__WORK ITEM__. All lines in the records below that hold "abilities" are to be shown.

__THE DATA__.
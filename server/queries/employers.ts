import { usualDuties } from "../../shared/rule-sets/employer-duties";
import type { EmployerView } from "../../shared/schemas/employer";
import { rows } from "../lib/db";
import { type Actor, abilities, visible } from "../lib/policy";
import { employerPolicy } from "../policies";

/** Names beside an employer, and employers of a site, that are listed at most. */
const NAMES_LIMIT = 50;
const LIST_LIMIT = 200;

type Row = Omit<EmployerView, "agreed" | "usual" | "can"> & {
  ruleSetKey: string | null;
  agreed: NonNullable<EmployerView["agreed"]> | null;
};

/** Employers who have people at a site, or with whom something was agreed there: those without an agreement first. */
export async function listEmployers(
  actor: Actor,
  siteId: string,
  only: { kind: string; name: string } | null = null,
): Promise<EmployerView[]> {
  const found = await rows<Row>(
    `WITH present AS (
       SELECT w.employer AS kind, nullif(btrim(w.employer_name), '') AS name, w.id, w.name AS worker
       FROM workers w
       WHERE w.site_id = :siteId AND w.employer <> 'own' AND (w.left_on IS NULL OR w.left_on >= current_date) AND ${visible(employerPolicy, actor, "w")}
     ), latest AS (
       SELECT DISTINCT ON (d.kind, d.name) d.*, u.name AS author FROM employer_duties d JOIN users u ON u.id = d.agreed_by
       WHERE d.site_id = :siteId AND ${visible(employerPolicy, actor, "d")} ORDER BY d.kind, d.name, d.number DESC
     ), named AS (
       SELECT kind, name FROM present UNION SELECT kind, name FROM latest
     )
     SELECT n.kind, n.name, coalesce(l.number, 0) AS revision,
       (SELECT count(*)::int FROM present p WHERE p.kind = n.kind AND p.name IS NOT DISTINCT FROM n.name) AS "workerCount",
       (SELECT coalesce(jsonb_agg(jsonb_build_object('id', f.id, 'name', f.worker) ORDER BY f.worker, f.id), '[]') FROM (
          SELECT p.id, p.worker FROM present p WHERE p.kind = n.kind AND p.name IS NOT DISTINCT FROM n.name ORDER BY p.worker, p.id LIMIT ${NAMES_LIMIT}) f) AS workers,
       CASE WHEN l.id IS NOT NULL THEN jsonb_build_object('measure', l.measure, 'protect', l.protect, 'train', l.train, 'keep', l.keep, 'tell', l.tell,
         'basis', l.basis, 'by', l.author, 'at', to_char(l.agreed_at AT TIME ZONE 'UTC', 'YYYY-MM-DD"T"HH24:MI:SS.MS"Z"')) END AS agreed,
       (SELECT x.governing_rule_set FROM site_settings x WHERE x.site_id = :siteId AND x.effective_from <= current_date ORDER BY x.effective_from DESC, x.number DESC LIMIT 1) AS "ruleSetKey"
     FROM named n LEFT JOIN latest l ON l.kind = n.kind AND l.name = n.name
     WHERE CAST(:kind AS text) IS NULL OR (n.kind = :kind AND n.name = :name)
     ORDER BY l.id IS NOT NULL, n.name NULLS FIRST, n.kind LIMIT ${LIST_LIMIT}`,
    { siteId, kind: only?.kind ?? null, name: only?.name ?? null },
  );
  return found.map(({ ruleSetKey, ...employer }) => ({
    ...employer,
    usual: ruleSetKey === null ? null : usualDuties(ruleSetKey, employer.kind),
    can: abilities(employerPolicy, actor, { siteId }),
  }));
}
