import type { Criterion, RuleSetVersion } from "../../shared/acoustics/types";
import { dayOf, type Placed, slotShare, timetableGoals } from "../../shared/planning/slot-shares";
import { SLOT_MIN } from "../../shared/planning/timetable";
import { ruleSetVersion } from "../../shared/rule-sets";
import type { TrySubject } from "../../shared/schemas/plan";
import type {
  TimetableQuery,
  TimetableScope,
  TimetableSubject,
} from "../../shared/schemas/timetable";
import { row, rows } from "../lib/db";
import type { Actor } from "../lib/policy";
import { lastWearing } from "./day-grid";
import { contextOf, trySubject } from "./try-subject";

/** What a timetable rests on: people with their protectors and how long they wear them, tasks with their noise. */
export interface TimetableMaterial extends TrySubject {
  readonly placed: readonly Placed[];
}

export async function timetableMaterial(
  actor: Actor,
  scope: TimetableScope,
  on: string | null = null,
): Promise<TimetableMaterial> {
  const subject = await trySubject(actor, scope, on);
  const worn = await lastWearing(
    `{${subject.workers.map(({ id }) => id).join(",")}}`,
    subject.date,
  );
  return {
    ...subject,
    placed: subject.workers.map((worker) => ({ ...worker, wornPct: worn.get(worker.id) ?? {} })),
  };
}

/** The criterion that a timetable is made for; null where its shares don't add up over a day. */
export function goalOf(
  material: Pick<TrySubject, "ruleSetKey" | "ruleSetVersion">,
  goal: string | undefined,
): { governing: RuleSetVersion; criterion: Criterion | null } {
  const governing = ruleSetVersion(material.ruleSetKey, material.ruleSetVersion);
  if (!governing) throw new Error("a rule set in force has a version");
  const goals = timetableGoals(governing).map(({ id }) => id);
  const id = goal === undefined ? goals[0] : goals.find((one) => one === goal);
  return { governing, criterion: governing.criteria.find((one) => one.id === id) ?? null };
}

/** Since when each task has the level that it has on a date. */
export async function levelDates(siteId: string, date: string): Promise<Map<string, string>> {
  const found = await rows<{ taskId: string; from: string }>(
    `SELECT DISTINCT ON (l.task_id) l.task_id AS "taskId", l.effective_from::text AS "from" FROM task_levels l JOIN tasks k ON k.id = l.task_id
     WHERE k.site_id = :siteId AND l.effective_from <= CAST(:date AS date) ORDER BY l.task_id, l.effective_from DESC, l.number DESC`,
    { siteId, date },
  );
  return new Map(found.map(({ taskId, from }) => [taskId, from]));
}

/** A person who is wholly at one task, as the engine takes it. */
export const wholeDayAt = (
  material: TimetableMaterial,
  person: Placed,
  taskId: string,
  lengthMin: number,
  wornPct: number | null,
) =>
  dayOf(person, [{ taskId, durationMin: lengthMin }], lengthMin, contextOf(material), {
    wornPct,
    quietDb: null,
  });

/** The people of a crew or a group and, by task, what an hour of it takes of each one's limit. */
export async function timetableSubject(
  actor: Actor,
  { goal, wornPct, ...scope }: TimetableQuery,
): Promise<TimetableSubject> {
  const material = await timetableMaterial(actor, scope);
  const { governing, criterion } = goalOf(material, goal);
  const { siteId } = material.scope;
  const crew =
    scope.scopeKind === "crew"
      ? await row<{ startsAt: string; lengthMin: number }>(
          `SELECT to_char(usual_start, 'HH24:MI') AS "startsAt", usual_length_min AS "lengthMin" FROM crews WHERE id = :id`,
          { id: scope.scopeId },
        )
      : null;
  const dates = await levelDates(siteId, material.date);
  const theirs = new Set(
    material.workers.flatMap(({ tasks }) => tasks.map(({ taskId }) => taskId)),
  );
  const lengthMin = crew?.lengthMin ?? 480;
  return {
    scope: { ...material.scope, ...scope },
    date: material.date,
    ruleSetKey: governing.key,
    ruleSetVersion: governing.version,
    goal: criterion?.id ?? "",
    startsAt: crew?.startsAt ?? "06:00",
    slots: Math.max(4, Math.round(lengthMin / SLOT_MIN)),
    people: material.workers.map(({ id, name, employeeNumber }) => ({ id, name, employeeNumber })),
    tasks: material.tasks.map(({ id, name, level }) => {
      const shares = material.placed.map((person) =>
        criterion === null
          ? { share: null, isUpper: false }
          : slotShare(
              wholeDayAt(material, person, id, lengthMin, wornPct ?? null),
              lengthMin,
              governing,
              criterion,
            ),
      );
      return {
        id,
        name,
        levelDb: level?.levelDb ?? null,
        levelFrom: dates.get(id) ?? null,
        isTheirs: theirs.has(id),
        hourPct: shares.map(({ share }) => share && (100 * share * 60) / SLOT_MIN),
        isUpper: shares.some(({ isUpper }) => isUpper),
      };
    }),
    withoutDay: material.withoutDay,
    hasMore: material.hasMore,
  };
}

__RESULT BELOW__.
import { type Actor, abilities, visible } from "../lib/policy";
    can: abilities(employerPolicy, actor, { siteId }),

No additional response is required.